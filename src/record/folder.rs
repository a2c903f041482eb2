//! Layout of the folder that a run leaves: a record, once it is sealed.
//!
//! ```text
//! <into>/<study>/<first 12 of the plan digest>.open/     while it is worked on
//!   journal                                              the draws
//!   lock
//! <into>/<study>/<first 12 of the plan digest>/          when it is sealed
//!   bagit.txt  bag-info.txt  manifest-sha256.txt  tagmanifest-sha256.txt
//!   circumstances.json                                   one entry a start; outside every digest
//!   data/study.toml  data/inputs/…                       byte for byte
//!   data/plan.json
//!   data/draws/…  data/trail.parquet  data/checkpoints/…
//!   data/summary.json  data/summary.csv  data/summary.txt  data/grounds.json  data/report.html
//! ```
//!
//! Every file but the journal is written aside and renamed; when all are there they are forced to the disk, the
//! folder is renamed, and the journal, whose draws now stand in the record, is removed.

use super::fault::RecordFault;
use super::journal::JournalFile;
use super::lock::Lock;
use crate::canon;
use crate::engine::trail::Digest;
use crate::reading;
use std::fs::{self, File};
use std::io::{self, Write};
use std::path::{Path, PathBuf};

/// A larger file of a finished folder is not shown.
const LARGEST_FILE: u64 = 1 << 28;
/// Turns in which a folder may go away under our feet.
const TRIES: u32 = 10;

/// The place of the results of a plan.
#[derive(Debug, Clone, PartialEq, Eq)]
pub struct Folder {
    done: PathBuf,
    open: PathBuf,
    plan: Digest,
}

/// What is found there.
pub enum Entry {
    /// Finished before.
    Done(PathBuf),
    /// To be worked on, by us alone.
    Open(Box<Open>),
}

/// What is seen there from outside.
#[derive(Debug, Clone, PartialEq, Eq)]
pub enum Seen {
    /// A sealed record.
    Done(PathBuf),
    /// A run that was begun.
    Begun,
    Nothing,
}

/// A folder that is being worked on. Its lock goes when it is dropped.
pub struct Open {
    folder: Folder,
    pub journal: JournalFile,
    _lock: Lock,
}

impl Folder {
    /// Under `into`, by the name of the study's file and the digest of the plan.
    pub fn of(into: &Path, study: &Path, plan: &Digest) -> Folder {
        let stem = study.file_stem().unwrap_or("study".as_ref());
        let name = canon::hex(plan)[..12].to_owned();
        let base = into.join(stem);
        Folder {
            open: base.join(format!("{name}.open")),
            done: base.join(name),
            plan: *plan,
        }
    }

    /// Looks without going in; makes nothing.
    pub fn look(&self) -> Seen {
        if self.done.exists() {
            Seen::Done(self.done.clone())
        } else if self.open.join("journal").exists() {
            Seen::Begun
        } else {
            Seen::Nothing
        }
    }

    /// Goes in: finds the results, or takes the lock and opens the journal.
    pub fn enter(&self) -> Result<Entry, RecordFault> {
        let mut tries = 0;
        let lock = loop {
            if self.done.exists() {
                clear(&self.done);
                return Ok(Entry::Done(self.done.clone()));
            }
            // Another process that ends its run gives the folder its name between these steps; then its results
            // are found at the next turn.
            tries += 1;
            plain(&self.open)?;
            match fs::create_dir_all(self.open.join("data/inputs")) {
                Err(fault) if fault.kind() == io::ErrorKind::NotFound && tries < TRIES => continue,
                made => made.map_err(|fault| RecordFault::place(&self.open, &fault))?,
            }
            match Lock::take(&self.open.join("lock"))? {
                Some(lock) => break lock,
                None if tries < TRIES => {}
                None => {
                    let gone = io::Error::from(io::ErrorKind::NotFound);
                    return Err(RecordFault::disk("lock", &self.open, &gone));
                }
            }
        };
        if self.done.exists() {
            // Another process ended its run between our look and our lock.
            let _ = fs::remove_dir_all(&self.open);
            return Ok(Entry::Done(self.done.clone()));
        }
        let journal = JournalFile::open(&self.open.join("journal"), &self.plan)?;
        Ok(Entry::Open(Box::new(Open {
            folder: self.clone(),
            journal,
            _lock: lock,
        })))
    }
}

impl Open {
    /// Where it is while it is worked on.
    pub fn path(&self) -> &Path {
        &self.folder.open
    }

    /// Writes a file of the folder, named from its top: `data/plan.json`. It appears whole, and is forced to
    /// the disk when the folder is finished.
    pub fn write(&self, name: &str, bytes: &[u8]) -> Result<(), RecordFault> {
        let path = self.folder.open.join(name);
        let aside = path.with_added_extension("part");
        let written = File::create(&aside).and_then(|mut file| {
            file.write_all(bytes)?;
            fs::rename(&aside, &path)
        });
        written.map_err(|fault| {
            let _ = fs::remove_file(&aside);
            RecordFault::disk("write", &path, &fault)
        })
    }

    /// Forces everything to the disk and gives the folder its name.
    pub(super) fn finish(self) -> Result<PathBuf, RecordFault> {
        let Folder { open, done, .. } = &self.folder;
        let renamed = || -> io::Result<()> {
            let mut folders = vec![open.clone()];
            while let Some(folder) = folders.pop() {
                for entry in fs::read_dir(&folder)? {
                    let path = entry?.path();
                    if path.is_dir() {
                        folders.push(path);
                    } else {
                        File::open(path)?.sync_all()?;
                    }
                }
                File::open(folder)?.sync_all()?;
            }
            fs::rename(open, done)?;
            clear(done);
            match done.parent() {
                Some(parent) => File::open(parent)?.sync_all(),
                None => Ok(()),
            }
        };
        renamed().map_err(|fault| RecordFault::disk("finish", done, &fault))?;
        Ok(done.clone())
    }
}

/// Refuses a folder that is a link or holds one, or a pipe or device: what is written into it, or cleared, would be
/// written elsewhere.
fn plain(folder: &Path) -> Result<(), RecordFault> {
    let mut left = vec![folder.to_owned()];
    while let Some(path) = left.pop() {
        let disk = |fault| RecordFault::disk("read", &path, &fault);
        let gone = |fault: &io::Error| {
            use io::ErrorKind::{NotADirectory, NotFound};
            matches!(fault.kind(), NotFound | NotADirectory)
        };
        let kind = match fs::symlink_metadata(&path) {
            Ok(about) => about.file_type(),
            // Not there yet, not to be had where it should be (which who makes it will be told), or given its name
            // by another process just now.
            Err(fault) if gone(&fault) => continue,
            Err(fault) => return Err(disk(fault)),
        };
        if kind.is_file() {
            continue;
        }
        if !kind.is_dir() {
            let words = "it is neither a file nor a folder, and nothing is written through it";
            return Err(RecordFault::foreign(&path, words));
        }
        match fs::read_dir(&path) {
            Ok(entries) => left.extend(entries.flatten().map(|entry| entry.path())),
            Err(fault) if gone(&fault) => {}
            Err(fault) => return Err(disk(fault)),
        }
    }
    Ok(())
}

/// Removes what a record no longer needs once it has its name. What a kill leaves of it is removed the next
/// time, so a failure here is none. A link leads to a folder that we did not name.
fn clear(done: &Path) {
    if !fs::symlink_metadata(done).is_ok_and(|about| about.is_dir()) {
        return;
    }
    for name in ["journal", "lock"] {
        let _ = fs::remove_file(done.join(name));
    }
}

/// The text of a file of a finished folder.
pub fn read(folder: &Path, name: &str) -> Result<String, RecordFault> {
    let path = folder.join(name);
    let read = reading::read(&path, LARGEST_FILE).map_err(RecordFault::Input)?;
    String::from_utf8(read.bytes).map_err(|_| RecordFault::foreign(&path, "it is not UTF-8"))
}

#[cfg(test)]
mod tests {
    use super::*;

    fn open(folder: &Folder) -> Box<Open> {
        match folder.enter().unwrap() {
            Entry::Open(open) => open,
            Entry::Done(path) => panic!("{} is done", path.display()),
        }
    }

    #[test]
    fn a_folder_appears_under_its_name_when_done() {
        let into = tempfile::tempdir().unwrap();
        let folder = Folder::of(into.path(), "some/where/pumps.toml".as_ref(), &[0xab; 32]);
        assert_eq!(folder.look(), Seen::Nothing);
        let work = open(&folder);
        assert_eq!(folder.look(), Seen::Begun);
        assert!(work.path().ends_with("pumps/abababababab.open"));
        work.write("data/plan.json", b"{}").unwrap();
        let held = folder.enter().err();
        assert!(matches!(held, Some(RecordFault::Held { .. })));
        let done = work.finish().unwrap();
        assert!(done.ends_with("pumps/abababababab"));
        assert_eq!(folder.look(), Seen::Done(done.clone()));
        assert_eq!(read(&done, "data/plan.json").unwrap(), "{}");
        let names: Vec<_> = fs::read_dir(&done)
            .unwrap()
            .map(|entry| entry.unwrap().file_name())
            .collect();
        assert_eq!(names, ["data"]);
        assert!(matches!(folder.enter().unwrap(), Entry::Done(path) if path == done));
        let left: Vec<_> = fs::read_dir(done.parent().unwrap()).unwrap().collect();
        assert_eq!(left.len(), 1);
    }

    /// Processes that begin and end at once: each works, is told who does, or finds the results.
    #[test]
    fn all_who_come_at_once_get_an_answer() {
        let into = tempfile::tempdir().unwrap();
        let come = |folder: &Folder| match folder.enter() {
            Ok(Entry::Open(work)) => {
                work.write("data/plan.json", b"{}").unwrap();
                (work.finish().unwrap(), 1)
            }
            Ok(Entry::Done(path)) => (path, 0),
            Err(fault) => {
                let words = fault.to_string();
                assert!(
                    words.contains("process ") && words.contains(" on "),
                    "{words}"
                );
                (folder.done.clone(), 0)
            }
        };
        for round in 0..40 {
            let folder = Folder::of(into.path(), "pumps.toml".as_ref(), &[round; 32]);
            let worked: u32 = std::thread::scope(|scope| {
                let ways: Vec<_> = (0..4).map(|_| scope.spawn(|| come(&folder))).collect();
                ways.into_iter().map(|way| way.join().unwrap().1).sum()
            });
            assert_eq!(worked, 1, "round {round}");
            assert_eq!(read(&folder.done, "data/plan.json").unwrap(), "{}");
        }
    }

    #[test]
    fn a_folder_left_open_is_gone_on_with() {
        let into = tempfile::tempdir().unwrap();
        let folder = Folder::of(into.path(), "pumps.toml".as_ref(), &[1; 32]);
        drop(open(&folder));
        drop(open(&folder));
        let other = Folder::of(into.path(), "pumps.toml".as_ref(), &[2; 32]);
        fs::create_dir_all(&other.open).unwrap();
        fs::copy(folder.open.join("journal"), other.open.join("journal")).unwrap();
        let fault = other.enter().err();
        assert!(
            matches!(fault, Some(RecordFault::Foreign { .. })),
            "{fault:?}"
        );
    }
}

---------------

## WHAT TO DO:
Copy the lines above exactly, beginning at the line that has "pub enum Entry" and stopping after the line that has "pub fn look(&self)", and omit the rest.

## PROBLEM SOLUTION:
pub enum Entry {
    /// Finished before.
    Done(PathBuf),
    /// To be worked on, by us alone.
    Open(Box<Open>),
}

/// What is seen there from outside.
#[derive(Debug, Clone, PartialEq, Eq)]
pub enum Seen {
    /// A sealed record.
    Done(PathBuf),
    /// A run that was begun.
    Begun,
    Nothing,
}

/// A folder that is being worked on. Its lock goes when it is dropped.
pub struct Open {
    folder: Folder,
    pub journal: JournalFile,
    _lock: Lock,
}

impl Folder {
    /// Under `into`, by the name of the study's file and the digest of the plan.
    pub fn of(into: &Path, study: &Path, plan: &Digest) -> Folder {
        let stem = study.file_stem().unwrap_or("study".as_ref());
        let name = canon::hex(plan)[..12].to_owned();
        let base = into.join(stem);
        Folder {
            open: base.join(format!("{name}.open")),
            done: base.join(name),
            plan: *plan,
        }
    }

    /// Looks without going in; makes nothing.
    pub fn look(&self) -> Seen {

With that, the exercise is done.